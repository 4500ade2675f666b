"""Calibration of a conductivity sensor: what the standard is, what the sensor says, and what follows.

A calibration record keeps what was found before anything was adjusted and what was left after; its cell constant
factor and offset apply from its time on. The record before it is corrected for drift (`analysis.sensor.drift`).
"""

from __future__ import annotations

import math
from dataclasses import dataclass, field
from enum import StrEnum
from typing import TYPE_CHECKING, Final

import numpy as np

from analysis.arrays import MICROSECONDS_PER_SECOND
from analysis.errors import InvalidInputError
from analysis.sensor.drift import DriftCheck
from analysis.water import potassium_chloride
from analysis.water.seawater import conductivity_from_practical_salinity, practical_salinity_from_conductivity

if TYPE_CHECKING:
    from collections.abc import Sequence

    from numpy.typing import ArrayLike

    from analysis.arrays import FloatArray, IntArray

STANDARD_SEAWATER_MS_CM: Final = 42.9140
"""Conductivity of seawater of practical salinity 35 at 15 degC on the scale of 1968 (PSS-78)."""

STANDARD_SEAWATER_DEGC: Final = 15.0 / 1.00024
"""That temperature on the scale of 1990."""

MICROSECONDS_PER_DAY: Final = 86_400 * MICROSECONDS_PER_SECOND


class StandardKind(StrEnum):
    """What a sensor is held into."""

    POTASSIUM_CHLORIDE = "potassium-chloride"
    """A solution of known molality."""
    BOTTLE = "bottle"
    """A bought solution with its conductivity at 25 degC on the label: potassium chloride."""
    STANDARD_SEAWATER = "standard-seawater"
    """An ampoule or bottle with its conductivity ratio K15 on the label."""
    DRY_AIR = "dry-air"
    """The clean, dry cell: zero."""


@dataclass(frozen=True, slots=True)
class Standard:
    """A calibration standard.

    Made by `potassium_chloride_standard`, `bottled_standard`, `standard_seawater` or `dry_air`.

    Parameters
    ----------
    kind : StandardKind
    value : float
        Molality [mol/kg], label at 25 degC [mS/cm], K15 [1] or 0, after its kind.
    lot : str
        As printed on the bottle; empty where made on site.
    expires_us : int or None
        End of the day printed on the bottle. [us]
    """

    kind: StandardKind
    value: float
    lot: str = ""
    expires_us: int | None = None

    def conductivity_mS_cm(self, temperature_degC: ArrayLike) -> FloatArray:
        """Return what the standard conducts at its own temperature.

        Parameters
        ----------
        temperature_degC : array_like
            Of the standard, not of the room. [degC]

        Returns
        -------
        ndarray of float64
            NaN outside 0 to 55 degC. [mS/cm]

        References
        ----------
        Potassium chloride: McKee 2009. Standard seawater: PSS-78 from K15.
        """
        temperature = np.asarray(temperature_degC, dtype=np.float64)
        match self.kind:
            case StandardKind.POTASSIUM_CHLORIDE:
                return potassium_chloride.conductivity_from_molality(self.value, temperature_degC=temperature)
            case StandardKind.BOTTLE:
                return potassium_chloride.conductivity_of_labelled_standard(self.value, temperature_degC=temperature)
            case StandardKind.STANDARD_SEAWATER:
                salinity = practical_salinity_from_k15(self.value)
                return conductivity_from_practical_salinity(salinity, temperature_degC=temperature)
        return np.where(np.isfinite(temperature), 0.0, np.nan)


def practical_salinity_from_k15(k15: ArrayLike) -> FloatArray:
    """Return practical salinity from the conductivity ratio to the standard solution at 15 degC (PSS-78)."""
    ratio = np.asarray(k15, dtype=np.float64)
    return practical_salinity_from_conductivity(
        ratio * STANDARD_SEAWATER_MS_CM, temperature_degC=STANDARD_SEAWATER_DEGC
    )


def potassium_chloride_standard(molality_mol_kg: float, *, lot: str = "", expires_us: int | None = None) -> Standard:
    """Return a potassium chloride solution of known molality, 0.0001 to 4.5 mol/kg water."""
    if not 1e-4 <= molality_mol_kg <= potassium_chloride.HIGHEST_MOLALITY:
        raise InvalidInputError("molality of the standard", found=molality_mol_kg, allowed="0.0001 to 4.5 mol/kg")
    return Standard(StandardKind.POTASSIUM_CHLORIDE, molality_mol_kg, lot, expires_us)


def bottled_standard(label_mS_cm: float, *, lot: str = "", expires_us: int | None = None) -> Standard:
    """Return a bought standard with its conductivity at 25 degC on the label, 0.01 to 250 mS/cm."""
    if not 0.01 <= label_mS_cm <= 250.0:
        raise InvalidInputError("label of the standard", found=label_mS_cm, allowed="0.01 to 250 mS/cm at 25 degC")
    return Standard(StandardKind.BOTTLE, label_mS_cm, lot, expires_us)


def standard_seawater(k15: float, *, lot: str = "", expires_us: int | None = None) -> Standard:
    """Return standard seawater with its ratio K15 on the label, 0.2 to 1.2 (practical salinity 6 to 43)."""
    if not 0.2 <= k15 <= 1.2:
        raise InvalidInputError("K15 of the standard", found=k15, allowed="0.2 to 1.2")
    return Standard(StandardKind.STANDARD_SEAWATER, k15, lot, expires_us)


def dry_air() -> Standard:
    """Return the zero point: the clean, dry cell in air."""
    return Standard(StandardKind.DRY_AIR, 0.0)


@dataclass(frozen=True, slots=True)
class Point:
    """One reading in one standard.

    Parameters
    ----------
    standard : Standard
    reading_mS_cm : float
        What the sensor says, compensation undone, before any calibration of ours. [mS/cm]
    temperature_degC : float
        Temperature of the standard. [degC]

    Raises
    ------
    InvalidInputError
        If the standard is not known at that temperature, or a conducting standard reads nothing.
    """

    standard: Standard
    reading_mS_cm: float
    temperature_degC: float

    def __post_init__(self) -> None:
        if not math.isfinite(self.true_mS_cm):
            raise InvalidInputError("temperature of the standard", found=self.temperature_degC, allowed="0 to 55 degC")
        conducts = self.standard.kind is not StandardKind.DRY_AIR
        if not math.isfinite(self.reading_mS_cm) or (conducts and self.reading_mS_cm <= 0.0):
            raise InvalidInputError(
                "reading in the standard", found=self.reading_mS_cm, allowed="above 0 mS/cm (a number, in dry air)"
            )

    @property
    def true_mS_cm(self) -> float:
        """What the standard is at its temperature. [mS/cm]"""
        return float(self.standard.conductivity_mS_cm(self.temperature_degC))

    @property
    def error_mS_cm(self) -> float:
        """Reading less true value. [mS/cm]"""
        return self.reading_mS_cm - self.true_mS_cm

    @property
    def error_percent(self) -> float:
        """Error in percent of the true value; NaN in dry air. [%]"""
        return 100.0 * self.error_mS_cm / self.true_mS_cm if self.true_mS_cm > 0.0 else math.nan


RELATIVE_WEIGHT: Final = 0.001
SMALLEST_WEIGHT_MS_CM: Final = 0.005
"""Points are weighted as if each were good to 0.1 % and 0.005 mS/cm: low standards are not drowned by high ones."""

LARGEST_DEPARTURE_PERCENT: Final = 1.0
"""A point further than this from the straight line means that the cell is not linear (common practice)."""


@dataclass(frozen=True, slots=True)
class CellFit:
    """True conductivity = factor x reading + offset.

    Parameters
    ----------
    factor : float
        By which the cell constant is to be multiplied. [1]
    offset_mS_cm : float
        0 with a single standard. [mS/cm]
    departures_percent : tuple of float
        Of each point from the line, in percent of its true value (of 0.5 mS/cm where that is larger).
    """

    factor: float
    offset_mS_cm: float
    departures_percent: tuple[float, ...]

    @property
    def is_linear(self) -> bool | None:
        """Whether all points lie on one line; None with fewer than three: two always do."""
        if len(self.departures_percent) < 3:
            return None
        return max(map(abs, self.departures_percent)) <= LARGEST_DEPARTURE_PERCENT


def fitted(points: Sequence[Point]) -> CellFit:
    """Return cell constant factor and offset from one or more points.

    One standard (or several readings in one) gives the factor alone; two or more give factor and offset by
    weighted least squares.

    Raises
    ------
    InvalidInputError
        If there is no conducting standard, or the factor comes out beyond 0.5 to 2: the cell is broken or the
        wrong bottle was used.
    """
    conducting = [point for point in points if point.standard.kind is not StandardKind.DRY_AIR]
    if not conducting:
        raise InvalidInputError("calibration points", found=len(points), allowed="at least one conducting standard")
    true = np.array([point.true_mS_cm for point in points])
    reading = np.array([point.reading_mS_cm for point in points])
    weight = 1.0 / (RELATIVE_WEIGHT * true + SMALLEST_WEIGHT_MS_CM)
    if np.ptp(true) <= 0.02 * true.max():
        factor, offset = float(np.sum(weight * true) / np.sum(weight * reading)), 0.0
    else:
        terms = np.stack((reading, np.ones_like(reading)), axis=1) * weight[:, None]
        solution = np.linalg.lstsq(terms, true * weight, rcond=None)[0]
        factor, offset = float(solution[0]), float(solution[1])
    if not 0.5 <= factor <= 2.0:
        raise InvalidInputError("cell constant factor", found=round(factor, 4), allowed="0.5 to 2")
    departure = factor * reading + offset - true
    percent = 100.0 * departure / np.maximum(true, SMALLEST_WEIGHT_MS_CM / 0.01)
    return CellFit(factor, offset, tuple(float(x) for x in percent))


@dataclass(frozen=True, slots=True, kw_only=True)
class CalibrationRecord:
    """One calibration: append-only; a mistake is superseded by another record, never changed.

    Parameters
    ----------
    sensor : str
        Id of the sensor.
    performed_at_us : int
        From when on it applies. [us]
    performed_by : str
        Who did it.
    as_found : tuple of Point
        After cleaning, before anything was adjusted.
    as_left : tuple of Point
        After adjustment; empty where nothing was adjusted in the sensor itself.
    reference_temperature_degC, sensor_temperature_degC : float, optional
        A reference thermometer beside the sensor, and what the sensor said. [degC]
    valid_days : float
        Until the next calibration is due. [d]
    nominal_cell_constant_per_cm : float, optional
        As the maker states it. [1/cm]
    note : str
    """

    sensor: str
    performed_at_us: int
    performed_by: str
    as_found: tuple[Point, ...]
    as_left: tuple[Point, ...] = ()
    reference_temperature_degC: float = math.nan
    sensor_temperature_degC: float = math.nan
    valid_days: float = 30.0
    nominal_cell_constant_per_cm: float = math.nan
    note: str = ""
    fit: CellFit = field(init=False)

    def __post_init__(self) -> None:
        if not self.performed_by.strip():
            raise InvalidInputError("performed_by", found=self.performed_by, allowed="the name of a person")
        if not self.valid_days > 0.0:
            raise InvalidInputError("valid_days", found=self.valid_days, allowed="above 0 d")
        object.__setattr__(self, "fit", fitted(self.as_left or self.as_found))

    @property
    def next_due_us(self) -> int:
        """When the next calibration is due: a task, not an alarm. [us]"""
        return self.performed_at_us + round(self.valid_days * MICROSECONDS_PER_DAY)

    @property
    def cell_constant_per_cm(self) -> float:
        """The cell constant that the factor amounts to; NaN where the nominal one is not known. [1/cm]"""
        return self.nominal_cell_constant_per_cm * self.fit.factor

    @property
    def temperature_offset_K(self) -> float:
        """Reference less sensor; 0 where no reference thermometer was used. [K]"""
        offset = self.reference_temperature_degC - self.sensor_temperature_degC
        return offset if math.isfinite(offset) else 0.0

    @property
    def remarks(self) -> tuple[str, ...]:
        """Codes of what is to be seen beside the record.

        `expired_standard`, `standard_without_expiry`, `single_standard`, `not_linear`, `standards_do_not_differ`,
        `large_change`.
        """
        used = self.as_left or self.as_found
        bottles = [point.standard for point in used if point.standard.kind is not StandardKind.DRY_AIR]
        spread = np.ptp([point.true_mS_cm for point in used]) if len(used) > 1 else 0.0
        found = {
            "expired_standard": any(
                one.expires_us is not None and one.expires_us < self.performed_at_us for one in bottles
            ),
            "standard_without_expiry": any(one.expires_us is None for one in bottles),
            "single_standard": len(used) == 1,
            "standards_do_not_differ": len(used) > 1 and spread <= 0.02 * max(point.true_mS_cm for point in used),
            "not_linear": self.fit.is_linear is False,
            "large_change": abs(self.fit.factor - 1.0) > 0.1,
        }
        return tuple(code for code, is_so in found.items() if is_so)


@dataclass(frozen=True, slots=True)
class Corrections:
    """What the calibrations in force make of readings; arrays of one shape."""

    factor: FloatArray
    offset_mS_cm: FloatArray
    temperature_offset_K: FloatArray
    is_calibrated: np.ndarray

    def conductivity(self, reading_mS_cm: ArrayLike) -> FloatArray:
        """Return corrected conductivity. [mS/cm]"""
        return np.asarray(self.factor * np.asarray(reading_mS_cm, dtype=np.float64) + self.offset_mS_cm)

    def temperature(self, reading_degC: ArrayLike) -> FloatArray:
        """Return corrected temperature. [degC]"""
        return np.asarray(np.asarray(reading_degC, dtype=np.float64) + self.temperature_offset_K)


def drift_checks(record: CalibrationRecord, *, before: CalibrationRecord | None) -> tuple[DriftCheck, ...]:
    """Return what the readings as found say of the record up to this calibration.

    Parameters
    ----------
    record : CalibrationRecord
    before : CalibrationRecord or None
        The calibration that was in force: the record was made with it.
    """
    factor, offset = (1.0, 0.0) if before is None else (before.fit.factor, before.fit.offset_mS_cm)
    return tuple(
        DriftCheck(standard_mS_cm=point.true_mS_cm, reading_mS_cm=factor * point.reading_mS_cm + offset)
        for point in record.as_found
        if point.standard.kind is not StandardKind.DRY_AIR
    )


def in_force(records: Sequence[CalibrationRecord], measured_at_us: ArrayLike) -> Corrections:
    """Return what the last calibration before each reading makes of it.

    Before the first calibration nothing is corrected. Of two records at one time the later in the sequence holds.

    Parameters
    ----------
    records : sequence of CalibrationRecord
        Of one sensor.
    measured_at_us : array_like of int
        [us]
    """
    time_us: IntArray = np.asarray(measured_at_us, dtype=np.int64)
    ordered = sorted(records, key=lambda record: record.performed_at_us)
    starts = np.array([record.performed_at_us for record in ordered], dtype=np.int64)
    which = np.searchsorted(starts, time_us, side="right")
    factor = np.array([1.0, *(record.fit.factor for record in ordered)])
    offset = np.array([0.0, *(record.fit.offset_mS_cm for record in ordered)])
    warmth = np.array([0.0, *(record.temperature_offset_K for record in ordered)])
    return Corrections(factor[which], offset[which], warmth[which], which > 0)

━━━━━━━━━━━━━━━━━━━━

How to complete this task: Beginning at the line with "A reference thermometer" and ending at the line with "def next_due_us(self) ->", reproduce each line of the data above exactly, and add no other lines.

Answer for the task:
        A reference thermometer beside the sensor, and what the sensor said. [degC]
    valid_days : float
        Until the next calibration is due. [d]
    nominal_cell_constant_per_cm : float, optional
        As the maker states it. [1/cm]
    note : str
    """

    sensor: str
    performed_at_us: int
    performed_by: str
    as_found: tuple[Point, ...]
    as_left: tuple[Point, ...] = ()
    reference_temperature_degC: float = math.nan
    sensor_temperature_degC: float = math.nan
    valid_days: float = 30.0
    nominal_cell_constant_per_cm: float = math.nan
    note: str = ""
    fit: CellFit = field(init=False)

    def __post_init__(self) -> None:
        if not self.performed_by.strip():
            raise InvalidInputError("performed_by", found=self.performed_by, allowed="the name of a person")
        if not self.valid_days > 0.0:
            raise InvalidInputError("valid_days", found=self.valid_days, allowed="above 0 d")
        object.__setattr__(self, "fit", fitted(self.as_left or self.as_found))

    @property
    def next_due_us(self) -> int:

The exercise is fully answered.